• _EXERCISE DETAILS_
Identify every line in the records below that contains the word "readdirSync", and copy each of those lines.

• _SOURCE DATA_

it('a site far above its base has a shorter vertical rule', () => {
  const high = rows.map((row, i) => ({
    ...row,
    up: row.up + 0.04 * Math.abs(row.heightDifferenceM) * Math.sin(7 * i) * Math.SQRT2,
  }));
  const fit = fitErrorModel(high, { component: 'vertical' });
  const terms = fitTerms(high, { component: 'vertical', terms: ['height-difference'] });
  const asked = tolerance(60, { component: 'vertical' });
  const ground = { dayModel: dayModel(high, fit) };
  const level = maximumBaseline(high, fit, asked, ground);
  const steep = maximumBaseline(high, fit, asked, { ...ground, height: heightAllowance(terms, 150) });
  expect(steep.maximumBaselineKm!).toBeLessThan(level.maximumBaselineKm!);
  expect(steep.conditions.heightDifferenceM).toBe(150);
  const beyond = { ...ground, height: heightAllowance(terms, -950, 400) };
  expect(maximumBaseline(high, fit, asked, beyond)).toMatchObject({
    maximumBaselineKm: null,
    reason:
      'the site lies 950 m above or below its base and the shots at most 400 m: add marks at such height differences',
  });
  expect(() => heightAllowance({ ...terms, terms: [] }, 100)).toThrow(
    'upper limit of the height-difference term',
  );
});
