import { existsSync, readdirSync, statSync } from 'node:fs';
import { inputError } from '../logs/index.js';

/** @throws InputError unless the folder does not exist or is empty: nothing of the user's is overwritten */
export function requireEmptyFolder(folder: string): void {
  if (!existsSync(folder)) return;
  if (statSync(folder).isDirectory() && readdirSync(folder).length === 0) return;
  throw inputError(
    'in-the-way',
    'Expected a new or empty folder, came one that holds something. Name another folder.',
    {
      file: folder,
    },
  );
}
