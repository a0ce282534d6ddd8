import { readFileSync } from 'node:fs';
import { fileURLToPath } from 'node:url';

/** Folder of the installed package. */
export const packageFolder = (): string => fileURLToPath(new URL('../..', import.meta.url));

export function packageVersion(): string {
  const text = readFileSync(new URL('../../package.json', import.meta.url), 'utf8');
  return (JSON.parse(text) as { version: string }).version;
}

• _TASK OUTPUT_
import { existsSync, readdirSync, statSync } from 'node:fs';
  if (statSync(folder).isDirectory() && readdirSync(folder).length === 0) return;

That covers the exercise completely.